REMEMBRANCE SUNDAY
9TH November 2014
Revd Andrew
Bain
Readings:
Amos 5: 18-24
Matthew 25: 1-13
When you go home, tell them of us and
say: For your tomorrow, we gave our
today.
When
I was a boy at school, Remembrance Day was one of the most important in our
school calendar. We were all trooped off to Palmerston Place Church for a
service, then solemnly led back into school past the great bronze war memorial
in the entrance hall with the names of all the boys who’d died in two world
wars and flanked by two cadets who stood with heads bowed and arms reversed. A
piper played the Floors o’ the Forest. We were left in no doubt that this was a
very significant day.
I
suppose one of the main things we felt was a sense of history. We were
remembering boys not much older than ourselves, many of whom – certainly in the
First World War – were turned into instant officers with a life expectancy
measured in weeks or less. But we were also a generation for whom the Second
World War was even nearer. The comics we read were full of it, as were our
games – running around Corstorphine Woods playing “Japs and Commandos”, with
Tommy guns. This was before the phrase political correctness had even been thought
of. But more seriously, our parents still bore the scars of a conflict that had
ended only ten years before we were born.
For
them remembering wasn’t about history at all. My father and his two brothers
and his sister were all called up in 1939, and one of those brothers would
never return. One uncle spent the entire war in Japanese captivity and never
recovered. The whole family, none of whom had ever been further than an annual
summer holiday in Aberdour, were suddenly scattered across the world. And that
experience you could replicate across the entire nation and indeed across so
many countries, so many real people, real families, just torn apart by the
horrors of war.
So
this isn’t history, it’s a deep and abiding wounding of the human spirit. And
there probably isn’t a family here that hasn’t been touched by that shadow. My
father couldn’t watch the annual Festival of Remembrance without tears in his
eyes, especially that part where the
poppies fall onto the shoulders of today’s young service men and women.
Today’s
reading from Amos is a cry from the heart of God through the lips of his
prophet to turn from the ways of violence. Don’t bring me your songs and your
sacrifices: Let justice roll down like waters, and righteousness like an ever-flowing
stream. And the Gospel has the same urgency: Stay awake! One of the best of
many new books on the First World War is called “The Sleepwalkers” because it
tells how the so-called leaders of the world almost sleep-walked into evil,
through pride and brinksmanship, each never thinking that the other would take
that final step beyond the point of no return. It’s said all that’s necessary
for evil to flourish is for good people to do nothing. But the Prince of Peace,
the bridegroom, is always coming and his kingdom demands that we stay awake.

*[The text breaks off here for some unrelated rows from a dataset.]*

import { readdirSync, readFileSync, statSync } from 'node:fs';
import path from 'node:path';
import { describe, expect, it } from 'vitest';
import { createFormatter, DEFAULT_LOCALE } from '../../shared/format';

// Expected strings follow the Unicode CLDR locale data that Node's and Chromium's ICU carry
// (the formats Intl documents for these locales); a change in ICU's data would show here first.

describe('the one formatter', () => {
  const gb = createFormatter({ locale: 'en-GB', timeZone: 'Europe/Berlin', currency: 'EUR' });

  it('writes a calendar date as that day, wherever the shop is', () => {
    expect(gb.date('2026-12-01')).toBe('1 Dec 2026');
    // A date-only value is not shifted by the time zone: Honolulu is 10 h behind UTC.
    expect(createFormatter({ timeZone: 'Pacific/Honolulu' }).date('2026-12-01')).toBe('1 Dec 2026');
    expect(gb.day('2026-12-01')).toBe('Tue 1 Dec');
  });

  it('writes a moment in the shop’s time zone', () => {
    // 23:30 UTC on 31 Dec is already 1 Jan in Berlin (UTC+1 in winter).
    expect(gb.date('2026-12-31T23:30:00Z')).toBe('1 Jan 2027');
    expect(gb.dateTime('2026-12-01T13:05:00Z')).toBe('1 Dec 2026, 14:05');
    expect(gb.monthYear(new Date('2026-11-30T23:30:00Z'))).toBe('December 2026');
  });

  it('writes money and numbers with the locale’s separators', () => {
    expect(gb.money(123450)).toBe('€1,234.50');
    // Measured values group thousands from five digits on; money and counts from four.
    expect(gb.number(1720, 0)).toBe('1720');
    expect(gb.number(12345.6, 1)).toBe('12,345.6');
    expect(gb.significant(4.7)).toBe('4.7');
    expect(gb.number(0.04567, 3)).toBe('0.046');
    expect(gb.count(2004)).toBe('2,004');
    const de = createFormatter({ locale: 'de-DE', timeZone: 'Europe/Berlin', currency: 'EUR' });
    expect(de.money(123450)).toBe('1.234,50\u00a0€');
    expect(de.number(12345.5, 1)).toBe('12.345,5');
    expect(de.number(0.5, 2)).toBe('0,50');
    expect(de.date('2026-12-01')).toBe('1. Dez. 2026');
  });

  it('falls back to en-GB without a locale, or with one Intl refuses', () => {
    expect(DEFAULT_LOCALE).toBe('en-GB');
    expect(createFormatter({}).date('2026-12-01')).toBe('1 Dec 2026');
    expect(createFormatter({ locale: 'not a locale!' }).locale).toBe('en-GB');
    expect(createFormatter({ locale: null }).number(1.5, 1)).toBe('1.5');
  });

  it('is the only place that calls Intl or toLocale*', () => {
    const offenders: string[] = [];
    const walk = (dir: string) => {
      for (const name of readdirSync(dir)) {
        const file = path.join(dir, name);
        if (statSync(file).isDirectory()) {
          // The payments fake stands in for an outside service and formats its own page.
          if (!file.endsWith(path.join('server', 'fakes'))) walk(file);
        } else if (/\.(ts|tsx)$/.test(name) && file !== path.resolve('shared/format.ts')) {
          const text = readFileSync(file, 'utf8');
          if (/Intl\.(DateTimeFormat|NumberFormat)|toLocale(Date|Time)?String/.test(text)) offenders.push(path.relative(process.cwd(), file));
        }
      }
    };
    for (const dir of ['src', 'server', 'shared']) walk(path.resolve(dir));
    expect(offenders).toEqual([]);
  });
});
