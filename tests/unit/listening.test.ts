import { describe, expect, it } from 'vitest';
import { computeOperatingPoint, gainAtDrive, resolveCircuit, staticTransfer, setupAtDrive, validateContractInput } from '../../shared/engine';
import { acRms, applyCurve, CURVE_POINTS, matchedGains, peakAbs, shaperCurve, withoutCapacitors } from '../../src/components/listening/shaper';
import { pluck, synthesizePhrase } from '../../src/components/listening/synth';
import { harmonicPeaks } from '../../src/components/listening/offline';
import { ASYMMETRIC_SILICON_LED_SHUNT, LED_FEEDBACK_WITH_CAP, SYMMETRIC_SILICON_SHUNT } from '../support/circuits';

const dbc = (h: number, h1: number) => 20 * Math.log10(h / h1);

/** Pitch by autocorrelation: the lag (with parabolic refinement) where the signal best matches itself. */
function pitchByAutocorrelation(samples: Float32Array, sampleRate: number, lowHz: number, highHz: number) {
  const segment = samples.subarray(Math.round(0.2 * sampleRate), Math.round(0.2 * sampleRate) + 8192);
  const corr = (lag: number) => {
    let sum = 0;
    for (let n = 0; n + lag < segment.length; n++) sum += segment[n] * segment[n + lag];
    return sum;
  };
  let best = Math.floor(sampleRate / highHz);
  for (let lag = best; lag <= Math.ceil(sampleRate / lowHz); lag++) if (corr(lag) > corr(best)) best = lag;
  const [a, b, c] = [corr(best - 1), corr(best), corr(best + 1)];
  const refined = best + (0.5 * (a - c)) / (a - 2 * b + c);
  return sampleRate / refined;
}

describe('plucked-string phrase', () => {
  it('tunes each string: Karplus–Strong loop of N + ½ samples sounds at fs / (N + ½) (Karplus & Strong 1983)', () => {
    for (const hz of [82.41, 110, 246.94]) {
      const f = pitchByAutocorrelation(pluck(hz, 48000, 1.5, 7), 48000, hz / 1.5, hz * 1.5);
      // The loop length rounds to a whole sample: at most half a sample of a 195-sample period.
      expect(Math.abs(f - hz) / hz).toBeLessThan(0.005);
    }
  });

  it('is peak-normalised to full scale, decays, and is the same every time', () => {
    const a = synthesizePhrase(24000);
    const b = synthesizePhrase(24000);
    expect(peakAbs(a)).toBeCloseTo(1, 6);
    expect(a).toEqual(b);
    expect(Math.abs(a[a.length - 1])).toBeLessThan(1e-3);
  });
});

describe('waveshaper curves from the engine', () => {
  it('are odd-symmetric for a symmetric pair and monotonic', () => {
    const c = shaperCurve(SYMMETRIC_SILICON_SHUNT, 0.6);
    expect(c.length).toBe(CURVE_POINTS);
    for (let i = 0; i < c.length; i++) expect(c[i] + c[c.length - 1 - i]).toBeCloseTo(0, 9);
    for (let i = 1; i < c.length; i++) expect(c[i]).toBeGreaterThanOrEqual(c[i - 1]);
  });

  it('clip further on the LED side of an asymmetric pair', () => {
    const c = shaperCurve(ASYMMETRIC_SILICON_LED_SHUNT, 0.8);
    expect(c[c.length - 1]).toBeGreaterThan(0.4);
    expect(-c[0]).toBeGreaterThan(1.4);
  });

  it('interpolate to the engine’s static transfer within 0.1 % of the output swing', () => {
    const curve = shaperCurve(ASYMMETRIC_SILICON_LED_SHUNT, 0.5);
    const circuit = resolveCircuit(ASYMMETRIC_SILICON_LED_SHUNT);
    const xs = Float32Array.from({ length: 200 }, (_, i) => -1 + (2 * (i + 0.37)) / 200);
    const exact = staticTransfer(setupAtDrive(circuit, 0.5), Array.from(xs, (x) => x * 0.1));
    const approx = applyCurve(curve, xs);
    const swing = curve[curve.length - 1] - curve[0];
    for (let i = 0; i < xs.length; i++) expect(Math.abs(approx[i] - exact[i])).toBeLessThan(1e-3 * swing);
  });

  it('drop a capacitor for the preview and say so', () => {
    expect(withoutCapacitors(LED_FEEDBACK_WITH_CAP).dropped).toBe(true);
    expect(withoutCapacitors(SYMMETRIC_SILICON_SHUNT).dropped).toBe(false);
    expect(() => shaperCurve(LED_FEEDBACK_WITH_CAP, 0.5)).not.toThrow();
  });

  it('reproduce the engine’s H2 and H3 on a coherent sine within 0.1 dB', () => {
    const drive = 0.5;
    const curve = shaperCurve(ASYMMETRIC_SILICON_LED_SHUNT, drive);
    const sine = Float32Array.from({ length: 8192 }, (_, n) => Math.sin((2 * Math.PI * n) / 64));
    const peaks = harmonicPeaks(applyCurve(curve, sine), 64, 3);
    const circuit = resolveCircuit(ASYMMETRIC_SILICON_LED_SHUNT);
    const engine = computeOperatingPoint(validateContractInput({
      toneHz: 1000, inputPeakV: 0.1, driveGain: gainAtDrive(circuit.drive, drive), railPeakV: 7.5,
      clipper: (ASYMMETRIC_SILICON_LED_SHUNT.clipper as object), harmonics: 3,
    }));
    expect(Math.abs(dbc(peaks[1], peaks[0]) - engine.harmonics[1].dbc)).toBeLessThan(0.1);
    expect(Math.abs(dbc(peaks[2], peaks[0]) - engine.harmonics[2].dbc)).toBeLessThan(0.1);
  });
});

describe('level matching', () => {
  it('gives every option the same RMS on the phrase and keeps peaks below 0.9', () => {
    const phrase = synthesizePhrase(24000);
    const curves = [SYMMETRIC_SILICON_SHUNT, ASYMMETRIC_SILICON_LED_SHUNT, LED_FEEDBACK_WITH_CAP].map((c) => shaperCurve(c, 0.7));
    const gains = matchedGains(curves, phrase);
    const levels = curves.map((c, i) => acRms(applyCurve(c, phrase)) * gains[i]);
    for (const l of levels) expect(20 * Math.log10(l / levels[0])).toBeCloseTo(0, 2);
    for (let i = 0; i < curves.length; i++) expect(peakAbs(applyCurve(curves[i], phrase)) * gains[i]).toBeLessThanOrEqual(0.9 + 1e-9);
    // Unmatched, the options differ by several dB (LED pairs clip later and play louder).
    const raw = curves.map((c) => acRms(applyCurve(c, phrase)));
    expect(Math.abs(20 * Math.log10(raw[2] / raw[0]))).toBeGreaterThan(3);
  });
});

Peace has to be worked for with every fibre of our being.
The
Remembrance services of my school days did seem, in some ways, to be about
history and rows upon rows of faceless names on war memorials. Today’s young
dead have young, happy faces we see on television. They have valiant young
widows whose pain and pride we actually get to listen to, in a way we never did
before. Afghanistan may be a world away, but the pain of it breaks into our
consciousness every day – and it should.
Because
the sacrifices others make in our name should deeply question us. Just as the
Cross questions us – this is the greatest love, so will I take up my share of
the Cross and follow? Will I stay awake? Young people are dying in my name –
whatever my views on the conflicts now going on – so, what am I doing to make a
world where war no longer consumes the lives of young and old? After the First
World War, there was much talk of homes fit for heroes and a country renewed
for people who’d given and suffered so much – much of which turned to ashes as
we know. But that doesn’t mean that that instinct of hope was wrong. Because
here’s where the Christian way of seeing has to be different, never cynical,
always hopeful.
Every
Sunday we stand at the foot of the Cross, witnessing the death of a young man; but
we also, and even more so, stand by the empty tomb, met by a young man
transformed, whose first word to us is: Peace, (don’t be afraid). Who shall
separate us from the love of Christ? Can tribulation or peril, or nakedness or
sword, or 21st century terrorism, or anything else? No, because in all these
things we are more than conquerors through him who loved us.
The
best, the very best way we can honour the young Jesus and the even younger dead
of today is by not giving in to despair. In a dark world we’re to keep our
lamps lit and be ready to welcome the Prince of Peace every day – indeed,
whenever we pray: “your kingdom come, Lord”. We owe that to the children whose
Dads – and Mums - aren’t coming home and to the young men and women returning with
such terrible wounds. That’s why our Peace Pole is almost an act of defiance.
No matter what today’s news may bring, we will honour the hope our young have
died for time and again, and we will put their hope right in front of our
church, in the very heart of this busy community, so that what they died for is
always before our eyes: May peace prevail on earth. Amen.
When you go home, tell them of us and
say: For your tomorrow, we gave our today.